Home Analysis Tearing down barriers to mental health resources

Tearing down barriers to mental health resources

Advocates take aim at licensing and credentialing applications

July 2023

THE PANDEMIC LAID WASTE to many things, including clinician wellbeing. Once a closeted subject that could jeopardize their jobs and licenses, physicians’ need for mental health resources during the pandemic became a clear and national crisis.

So much so that, in 2022, Congress passed the Dr. Lorna Breen Health Care Provider Protection Act, mandating federal grants to promote mental health programs for clinicians. Tragically, the law was named for an emergency physician in New York City who took her own life during the pandemic’s first months.

But a lack of funds is only one barrier to clinicians getting help. For years, questions about any history of mental health diagnoses or treatments on state licensing and hospital credentialing applications stopped doctors from seeking treatment. While physician advocates have for years called for removing such questions, advocacy efforts have accelerated since the pandemic—and are now making some progress.

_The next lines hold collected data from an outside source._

/**
 * Tension between kinds of data in a joint fit: each kind is fitted alone (where it constrains both ε and σ) and
 * the 95 % joint regions are compared. Two regions {x : (x − c)ᵀ C⁻¹ (x − c) ≤ k} overlap exactly when the point
 * minimising max(q_A/k_A, q_B/k_B) has that maximum ≤ 1; the minimiser lies on the curve of minimisers of
 * t·q_A/k_A + (1 − t)·q_B/k_B, t ∈ [0, 1] (the Pareto set of two convex quadratics), where q_A/k_A = q_B/k_B,
 * found here by bisection in t (common practice in convex analysis, no source).
 */
import { jointConfidenceEllipse } from './ellipse';
import { fitLennardJones, type FitMeasurementSet, type LjFitOptions, type LjFitResult } from './lj-fit';
import { PROPERTY_MODELS, type FitKind } from './property-models';

export interface Region {
  center: [number, number];
  covariance: number[][];
  radiusSquared: number;
}

export interface KindRegion {
  kind: FitKind;
  /** False when the kind alone cannot pin down both parameters (reason says why). */
  constrainsBoth: boolean;
  reason?: string;
  epsilonK?: number;
  sigmaAngstrom?: number;
  stdErr?: { epsilonK: number | null; sigmaAngstrom: number | null };
  ellipse95?: Array<{ epsilonK: number; sigmaAngstrom: number }>;
}

export interface KindTension {
  regions: KindRegion[];
  pairs: Array<{ kinds: [FitKind, FitKind]; overlap: boolean }>;
  /** Plain-words sentences, one per pair of kinds whose regions do not overlap. */
  messages: string[];
}

function inverse2(m: readonly (readonly number[])[]): number[][] {
  const det = m[0][0] * m[1][1] - m[0][1] * m[1][0];
  return [
    [m[1][1] / det, -m[0][1] / det],
    [-m[1][0] / det, m[0][0] / det],
  ];
}

const quadratic = (a: number[][], d: [number, number]) => a[0][0] * d[0] * d[0] + 2 * a[0][1] * d[0] * d[1] + a[1][1] * d[1] * d[1];

/** Whether two 2-D ellipsoidal regions share a point (see file header). */
export function regionsOverlap(a: Region, b: Region): boolean {
  const A = inverse2(a.covariance).map((row) => row.map((v) => v / a.radiusSquared));
  const B = inverse2(b.covariance).map((row) => row.map((v) => v / b.radiusSquared));
  const qa = (x: [number, number]) => quadratic(A, [x[0] - a.center[0], x[1] - a.center[1]]);
  const qb = (x: [number, number]) => quadratic(B, [x[0] - b.center[0], x[1] - b.center[1]]);
  if (qb(a.center) <= 1 || qa(b.center) <= 1) return true;
  const at = (t: number): [number, number] => {
    const m = [0, 1].map((i) => [0, 1].map((j) => t * A[i][j] + (1 - t) * B[i][j]));
    const rhs = [0, 1].map(
      (i) => t * (A[i][0] * a.center[0] + A[i][1] * a.center[1]) + (1 - t) * (B[i][0] * b.center[0] + B[i][1] * b.center[1]),
    );
    const inv = inverse2(m);
    return [inv[0][0] * rhs[0] + inv[0][1] * rhs[1], inv[1][0] * rhs[0] + inv[1][1] * rhs[1]];
  };
  // qa − qb rises from −qb(a) < 0 at t = 1 to qa(b) > 0 at t = 0.
  let lo = 0;
  let hi = 1;
  for (let i = 0; i < 100; i++) {
    const mid = 0.5 * (lo + hi);
    const x = at(mid);
    if (qa(x) - qb(x) > 0) lo = mid;
    else hi = mid;
  }
  return qa(at(0.5 * (lo + hi))) <= 1 + 1e-12;
}

function regionOf(fit: LjFitResult, points: number): Region | null {
  if (fit.status !== 'succeeded' || !fit.covariance || fit.dof < 1 || fit.heldParameters.length) return null;
  if (!(fit.covariance[0][0] > 0 && fit.covariance[1][1] > 0)) return null;
  try {
    const e = jointConfidenceEllipse([fit.epsilonK, fit.sigmaAngstrom], fit.covariance, fit.covarianceScaling, points);
    return { center: [fit.epsilonK, fit.sigmaAngstrom], covariance: fit.covariance, radiusSquared: e.radiusSquared };
  } catch {
    return null;
  }
}

const LABEL = (kind: FitKind) => PROPERTY_MODELS[kind].label;

/** Fits each kind of the measurement sets alone and says where their 95 % regions do not overlap. */
export function kindTension(measurementSets: readonly FitMeasurementSet[], options: LjFitOptions): KindTension {
  const kinds = [...new Set(measurementSets.map((d) => d.kind))];
  const regions: KindRegion[] = [];
  const shapes = new Map<FitKind, Region>();
  for (const kind of kinds) {
    const mine = measurementSets.filter((d) => d.kind === kind);
    const points = mine.reduce((s, d) => s + d.rows.length - (d.excludeRows?.length ?? 0), 0);
    if (points < 3) {
      regions.push({
        kind,
        constrainsBoth: false,
        reason: `${points} point(s) of the ${LABEL(kind)} alone cannot fix two parameters with an uncertainty (3 are needed)`,
      });
      continue;
    }
    let fit: LjFitResult;
    try {
      fit = fitLennardJones([...mine], { ...options, fixed: undefined, profiles: false });
    } catch (err) {
      regions.push({ kind, constrainsBoth: false, reason: `the ${LABEL(kind)} alone cannot be fitted: ${(err as Error).message}` });
      continue;
    }
    const region = regionOf(fit, points);
    if (!region || (fit.correlation !== null && Math.abs(fit.correlation) > 0.9999)) {
      regions.push({ kind, constrainsBoth: false, reason: `the ${LABEL(kind)} alone determines only a combination of ε and σ, not both` });
      continue;
    }
    shapes.set(kind, region);
    regions.push({
      kind,
      constrainsBoth: true,
      epsilonK: fit.epsilonK,
      sigmaAngstrom: fit.sigmaAngstrom,
      stdErr: fit.stdErr,
      ellipse95: fit.ellipse95?.points ?? [],
    });
  }
  const pairs: KindTension['pairs'] = [];
  const messages: string[] = [];
  const fitted = regions.filter((r) => r.constrainsBoth);
  const describe = (r: KindRegion) =>
    `${PROPERTY_MODELS[r.kind].label} alone: ε/k_B = ${r.epsilonK!.toPrecision(5)} ± ${r.stdErr!.epsilonK?.toPrecision(2)} K, σ = ${r.sigmaAngstrom!.toPrecision(5)} ± ${r.stdErr!.sigmaAngstrom?.toPrecision(2)} Å`;
  for (let i = 0; i < fitted.length; i++) {
    for (let j = i + 1; j < fitted.length; j++) {
      const [a, b] = [fitted[i], fitted[j]];
      const overlap = regionsOverlap(shapes.get(a.kind)!, shapes.get(b.kind)!);
      pairs.push({ kinds: [a.kind, b.kind], overlap });
      if (!overlap) {
        messages.push(
          `The ${LABEL(a.kind)} and the ${LABEL(b.kind)} pull the parameters apart: fitted alone, their 95 % regions do not overlap (${describe(a)}; ${describe(b)}). The joint fit is a compromise neither kind supports on its own: check both data sets and their uncertainties, or whether this potential model suits the substance.`,
        );
      }
    }
  }
  return { regions, pairs, messages };
}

“A lot of physicians either lied on applications or didn’t get care.”

Richard-Wardrop-MD-PhD

Richard Wardrop III, MD, PhD
Cleveland Clinic

That’s according to hospitalist Richard Wardrop III, MD, PhD, program director, vice chair and staff physician at Cleveland Clinic. Dr. Wardrop is also a member of the Help Health Care Heal Coalition, an Institute for Healthcare Improvement (IHI) collaborative dedicated to removing obstacles that stop physicians from seeking mental health care.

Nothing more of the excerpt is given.